The indirect cost can be larger. When users lose confidence in the PI System, they create manual checks and parallel spreadsheets. Those workarounds add more cost and make governance harder.


High-consequence data needs more control

Not every PI Point requires the same level of oversight.

Data that supports safety, environmental reporting, production accounting, equipment protection, or important maintenance decisions should have stronger controls.

For these signals, teams should know:

  • The source

  • Expected update behavior

  • Important transformations

  • Downstream uses

  • Recent changes

  • The responsible owner

This makes it possible to investigate problems quickly and assess impact.


Detect issues before users report them

Many data incidents are first reported by a dashboard user. That is late in the failure chain.

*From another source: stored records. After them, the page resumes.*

"""Linear stability of the simulated rig: eigenfrequencies against independent checks.

Convention x(t) = Re{x̂ e^{+iωt}}: with ω = ω_r + iω_i, e^{iωt} = e^{iω_r t} e^{-ω_i t}, so a
mode grows when Im ω < 0 and its growth rate is σ = -Im ω = -2π Im f (derived).

Independent checks: the textbook quarter-wave resonator, a dispersion relation derived by
hand for a closed–open duct with a compact n–τ flame, a brute-force time-domain
(travelling-wave, delay-line) simulation of the same duct, and the half-power bandwidth
of the forced response around a lightly damped mode.
"""

from __future__ import annotations

import math
from pathlib import Path

import numpy as np
import pytest
from scipy import optimize

from app.rig import load_rig, read_toml
from drivers.simulated import acoustics as ac
from drivers.simulated import flame as fl
from drivers.simulated import stability as st
from drivers.simulated.model import BurnerModel
from drivers.simulated.scenario import load_scenario, scenario_from_dict

CONFIGS = Path(__file__).resolve().parents[2] / "configs"
FS = 51200.0  # time step of the delay-line simulations: every delay is a whole number of steps
RHO1, C1 = 1.2, 340.0


class Duct:
    """Closed (x = 0) – flame (x = L1) – end (x = L1 + L2) duct, no mean flow, no wall losses.

    Both the network (drivers.simulated.acoustics) and the delay-line simulation below
    describe it; the delays are whole numbers of steps so the delay line is exact.
    """

    def __init__(self, theta: float, n: float, reflection: float, steps_1: int, steps_2: int, steps_tau: int,
                 corner_hz: float | None = None) -> None:
        self.theta, self.n, self.reflection = theta, n, reflection
        self.steps = (steps_1, steps_2, steps_tau)
        self.rho2, self.c2 = RHO1 / theta, C1 * math.sqrt(theta)  # same γ and p: ρ ∝ 1/T, c ∝ √T
        self.l1, self.l2, self.tau = C1 * steps_1 / FS, self.c2 * steps_2 / FS, steps_tau / FS
        # Optional one-pole low-pass on the velocity the flame sees, u_f[k] = α u_f[k-1] + (1-α) u[k],
        # so that high-frequency modes are damped; its exact response is part of F below.
        self.alpha = math.exp(-2 * math.pi * corner_hz / FS) if corner_hz else 0.0
        r = 0.02
        tiny = 1e-30  # kinematic viscosity ~ 0: Kirchhoff's factor K = 1 (no wall losses)
        cold = ac.Medium(RHO1, C1, 1.4, tiny, 0.71)
        hot = ac.Medium(self.rho2, self.c2, 1.4, tiny, 0.71)
        self.geometry = ac.BurnerGeometry(0.0, r, 0.0, r, 0.0, self.l1, math.pi * r * r, self.l2, r,
                                          complex(reflection), 0.0)
        self.flow = ac.FlowState(cold, hot, 0.0, 0.0, 0.0, 1.0, theta)

    def flame(self, freq_hz):
        f = np.asarray(freq_hz, dtype=complex)
        lowpass = (1 - self.alpha) / (1 - self.alpha * np.exp(-2j * np.pi * f / FS))
        return fl.n_tau(f, self.n, self.tau) * lowpass

    def characteristic(self, factor: float = 1.0):
        def d(freq_hz):
            f = np.asarray(freq_hz, dtype=complex)
            return ac.BurnerNetwork(self.geometry, self.flow, f, np.empty(0)).characteristic(factor * self.flame(f))
        return d

    def simulate(self, n_steps: int, saturation: float | None = None) -> np.ndarray:
        """Velocity just upstream of the flame (ū = 1 m/s) from a tiny random start.

        Derived: p = f(t - x/c) + g(t + x/c), ρc u = f - g in each segment; rigid end f = g;
        end R: g = R f; at the flame p continuous and u_d = u_u + (θ-1) ū Q'/Q̄ with
        Q'/Q̄ = clip(n u_f(t-τ)/ū, ±a_s) (Dowling 1995's jump, in the time domain).
        """
        s1, s2, st_ = self.steps
        z1, z2 = RHO1 * C1, self.rho2 * self.c2
        b, c, u, uf = np.zeros(n_steps), np.zeros(n_steps), np.zeros(n_steps), np.zeros(n_steps)
        b[:s1] = 1e-6 * np.random.default_rng(0).standard_normal(s1)
        lp = 0.0
        for t in range(s1, n_steps):  # a reference model in a test, not a hot path
            a_in = b[t - 2 * s1] if t >= 2 * s1 else 0.0  # reflected at the rigid end, back at the flame
            d_in = self.reflection * c[t - 2 * s2] if t >= 2 * s2 else 0.0
            q = self.n * (uf[t - st_] if self.alpha else u[t - st_])
            if saturation is not None:
                q = min(max(q, -saturation), saturation)
            src = (self.theta - 1.0) * q
            b[t] = (a_in * (1 / z1 - 1 / z2) + 2 * d_in / z2 + src) / (1 / z1 + 1 / z2)
            c[t] = a_in + b[t] - d_in
            u[t] = (a_in - b[t]) / z1
            lp = self.alpha * lp + (1 - self.alpha) * u[t]
            uf[t] = lp
        return u


def growth_and_frequency(x: np.ndarray, freq_guess_hz: float) -> tuple[float, float]:
    """Exponential growth rate (1/s) of a record's envelope and its dominant frequency."""
    w = int(4 * FS / freq_guess_hz)
    peaks = np.array([np.abs(x[i:i + w]).max() for i in range(0, x.size - w, w)])
    sigma = np.polyfit((np.arange(peaks.size) * w + w / 2) / FS, np.log(peaks), 1)[0]
    t = np.arange(x.size) / FS
    spec = np.abs(np.fft.rfft(x * np.exp(-sigma * t) * np.hanning(x.size)))
    return float(sigma), float(np.fft.rfftfreq(x.size, 1 / FS)[np.argmax(spec)])


def line_amplitude(x: np.ndarray, freq_hz: float) -> float:
    t = np.arange(x.size) / FS
    basis = np.column_stack([np.cos(2 * np.pi * freq_hz * t), np.sin(2 * np.pi * freq_hz * t)])
    return float(np.hypot(*np.linalg.lstsq(basis, x, rcond=None)[0]))


def test_closed_open_duct_modes_are_odd_quarter_waves_and_neutral():
    # Quarter-wave resonator (Kinsler et al., Fundamentals of Acoustics): rigid end, open end
    # (R = -1), one gas (θ = 1), no flame response, no losses: f_k = (2k - 1) c / 4L, Im f = 0.
    duct = Duct(theta=1.0, n=0.0, reflection=-1.0, steps_1=200, steps_2=100, steps_tau=1)
    length = duct.l1 + duct.l2
    zeros, complete = st.find_zeros(duct.characteristic(), 10.0, 1500.0, -50.0, 50.0)
    assert complete
    expected = (2 * np.arange(1, 20) - 1) * C1 / (4 * length)
    expected = expected[expected <= 1500.0]
    assert np.array([z.real for z in zeros]) == pytest.approx(expected, rel=1e-9)
    assert max(abs(z.imag) for z in zeros) < 1e-6


def test_modes_solve_the_hand_derived_dispersion_relation():
    # Derived (e^{+iωt}): upstream p = A cos k₁x, ρ₁c₁u = -iA sin k₁x; downstream, with an open
    # end, p = B sin k₂(L - x), ρ₂c₂u = -iB cos k₂(L - x); at the flame p continuous and
    # u_d = (1 + (θ-1) n e^{-iωτ}) u_u, so
    #   (ρ₁c₁/ρ₂c₂) cos k₁L₁ cos k₂L₂ - (1 + (θ-1) n e^{-iωτ}) sin k₁L₁ sin k₂L₂ = 0.
    duct = Duct(theta=4.0, n=0.5, reflection=-1.0, steps_1=257, steps_2=131, steps_tau=67)

    def relation(f):
        k1, k2 = 2 * np.pi * f / C1, 2 * np.pi * f / duct.c2
        m = 1 + (duct.theta - 1) * duct.n * np.exp(-2j * np.pi * f * duct.tau)
        xi = (RHO1 * C1) / (duct.rho2 * duct.c2)
        return xi * np.cos(k1 * duct.l1) * np.cos(k2 * duct.l2) - m * np.sin(k1 * duct.l1) * np.sin(k2 * duct.l2)

    box = (10.0, 1500.0, -60.0, 60.0)
    zeros, complete = st.find_zeros(duct.characteristic(), *box)
    assert complete and zeros
    assert any(z.imag < 0 for z in zeros) and any(z.imag > 0 for z in zeros)  # growing and decaying modes
    for z in zeros:
        assert abs(relation(z)) < 1e-9
    # The relation's own roots, by scipy from a dense set of starts, are the same set.
    found: list[complex] = []
    for re in np.arange(box[0], box[1], 7.0):
        for im in (-40.0, 0.0, 40.0):
            sol = optimize.root(lambda v: [relation(v[0] + 1j * v[1]).real, relation(v[0] + 1j * v[1]).imag],
                                [re, im], tol=1e-12)
            z = sol.x[0] + 1j * sol.x[1]
            inside = box[0] <= z.real <= box[1] and box[2] <= z.imag <= box[3]
            if sol.success and inside and abs(relation(z)) < 1e-9 and all(abs(z - q) > 1e-6 for q in found):
                found.append(z)
    assert len(found) == len(zeros)
    for z in found:
        assert min(abs(z - q) for q in zeros) < 1e-6


def test_most_unstable_mode_matches_a_time_domain_simulation():
    # Brute force (derived delay-line model of the same duct): from a tiny start the most
    # unstable mode takes over; its envelope grows as e^{σt} with σ = -Im ω (e^{+iωt}).
    duct = Duct(theta=4.0, n=0.6, reflection=-0.8, steps_1=257, steps_2=131, steps_tau=67, corner_hz=200.0)
    zeros, complete = st.find_zeros(duct.characteristic(), 10.0, 5000.0, -300.0, 300.0)
    assert complete
    modes = sorted((st.Mode(z) for z in zeros), key=lambda m: -m.growth_rate_per_s)
    best, second = modes[0], modes[1]
    assert best.unstable and best.complex_freq_hz.imag < 0  # growth ⇔ Im f < 0
    assert best.growth_rate_per_s > 1.5 * second.growth_rate_per_s  # one mode dominates
    u = duct.simulate(80000)
    sigma, freq = growth_and_frequency(u[40000:], best.freq_hz)
    assert sigma == pytest.approx(best.growth_rate_per_s, rel=0.02)
    assert freq == pytest.approx(best.freq_hz, abs=2.0)  # FFT bin 1.28 Hz


def test_limit_cycle_amplitude_matches_a_time_domain_simulation_with_a_clip():
    # Harmonic balance with the clip's describing function (Gelb & Vander Velde 1968) against
    # the delay-line model with Q'/Q̄ = clip(n u_f(t-τ)/ū, ±a_s) run to its limit cycle.
    duct = Duct(theta=4.0, n=0.6, reflection=-0.8, steps_1=257, steps_2=131, steps_tau=67, corner_hz=200.0)
    zeros, _ = st.find_zeros(duct.characteristic(), 10.0, 5000.0, -300.0, 300.0)
    best = max(zeros, key=lambda z: -z.imag)
    saturation = 0.05
    lc = st.harmonic_balance(duct.characteristic, lambda f: abs(duct.flame(f)), saturation, best)
    assert 0.0 < lc.flame_factor < 1.0 and not lc.flow_reversal
    u = duct.simulate(200000, saturation)
    tail = u[-int(FS):]
    assert line_amplitude(tail, lc.freq_hz) == pytest.approx(lc.amplitude_ratio, rel=0.03)
    # and the oscillation really sits at the harmonic-balance frequency (1 s record)
    assert line_amplitude(tail, lc.freq_hz) > 5 * line_amplitude(tail, lc.freq_hz + 3.0)


def test_forced_response_peaks_at_the_mode_with_its_half_power_bandwidth():
    # Common practice (single-mode resonance): near an isolated mode f_r + i f_i the response
    # |H|² ∝ 1/((f - f_r)² + f_i²) peaks at f_r with a half-power bandwidth of 2 f_i = σ/π
    # (decaying mode: f_i > 0 for e^{+iωt}). Dense scan of the demo's source pressure per unit
    # source volume velocity, linear flame.
    sc = load_scenario(CONFIGS / "demo-scenario.toml")
    model = BurnerModel(sc.load_rig(), sc, sc.seed)
    result = st.stability(sc)
    freqs = np.array([m.freq_hz for m in result.modes])

    def isolated(m):
        others = np.delete(freqs, np.flatnonzero(freqs == m.freq_hz))
        return np.min(np.abs(others - m.freq_hz)) > 10 * m.complex_freq_hz.imag

    mode = max((m for m in result.modes if isolated(m) and 100.0 < m.freq_hz < 2500.0),
               key=lambda m: m.growth_rate_per_s)  # the least damped isolated mode
    fi = mode.complex_freq_hz.imag
    assert fi > 0
    f = np.linspace(mode.freq_hz - 6 * fi, mode.freq_hz + 6 * fi, 6001)
    net = ac.BurnerNetwork(model.geometry, model.flow_state(model.nominal_state(), True), f,
                           model.sensor_positions_m)
    p0 = np.abs(net.source_state(model.flame.linear(f), 1.0)[..., 0])
    k = int(np.argmax(p0))
    band = f[p0 >= p0[k] / math.sqrt(2.0)]
    assert f[k] == pytest.approx(mode.freq_hz, abs=0.05 * fi)
    assert band.max() - band.min() == pytest.approx(-mode.growth_rate_per_s / np.pi, rel=0.03)


@pytest.mark.parametrize("name", ["demo-scenario.toml", "resonant-scenario.toml"])
def test_shipped_scenarios_are_linearly_stable(name):
    sc = load_scenario(CONFIGS / name)
    result = st.stability(sc)
    assert result.complete
    assert result.stable, result.warnings
    assert sc.warnings() == ()
    lo, hi = result.band_hz
    assert lo <= 100.0 and hi >= 2000.0  # every plan's band is covered


def test_unstable_rig_is_reported_with_its_frequencies():
    # The demo without its burner loss: linearly unstable (reproduces the runaway's cause).
    data = read_toml(CONFIGS / "demo-scenario.toml")
    data["burner"] = {"loss_coefficient": 0.0}
    sc = scenario_from_dict(data, str(CONFIGS / "demo-scenario.toml"))
    result = st.stability(sc, load_rig(CONFIGS / "demo-rig.toml"))
    assert result.complete and not result.stable
    text = " ".join(sc.warnings())
    assert "linearly unstable" in text and "demo-scenario.toml" in text
    for m in result.unstable_modes:
        assert f"{m.freq_hz:.1f} Hz grows at {m.growth_rate_per_s:.1f} 1/s" in text
    # each reported mode is a zero of the network's characteristic function
    model = BurnerModel(sc.load_rig(), sc, sc.seed)
    d = st.characteristic_of(model, model.nominal_state())
    scale = np.median(np.abs(d(np.array([m.freq_hz for m in result.modes]) + 30j)))
    for m in result.unstable_modes:
        assert abs(d(np.array([m.complex_freq_hz]))[0]) < 1e-8 * scale
    assert result.limit_cycle is not None and result.limit_cycle.flow_reversal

Automated monitoring can detect stale data, bad values, analysis failures, broken references, and important configuration changes earlier.

Monitoring should also include context. A failed unused tag is not equal to a failed tag that drives a critical display.


Reduce time to understand, not only time to detect

Detection is only one part of the problem.

When an issue occurs, the team must answer:

  • What failed?

  • When did it start?

  • What changed?

  • What depends on the failed object?

  • Which decisions or reports can be affected?

Lineage, change history, and usage information reduce the time required to answer these questions.


The operating objective

The objective is not perfect data. Industrial systems are too large and dynamic for that standard.

The objective is to find important problems early, understand their effect, and restore trusted data before the issue becomes an operational event.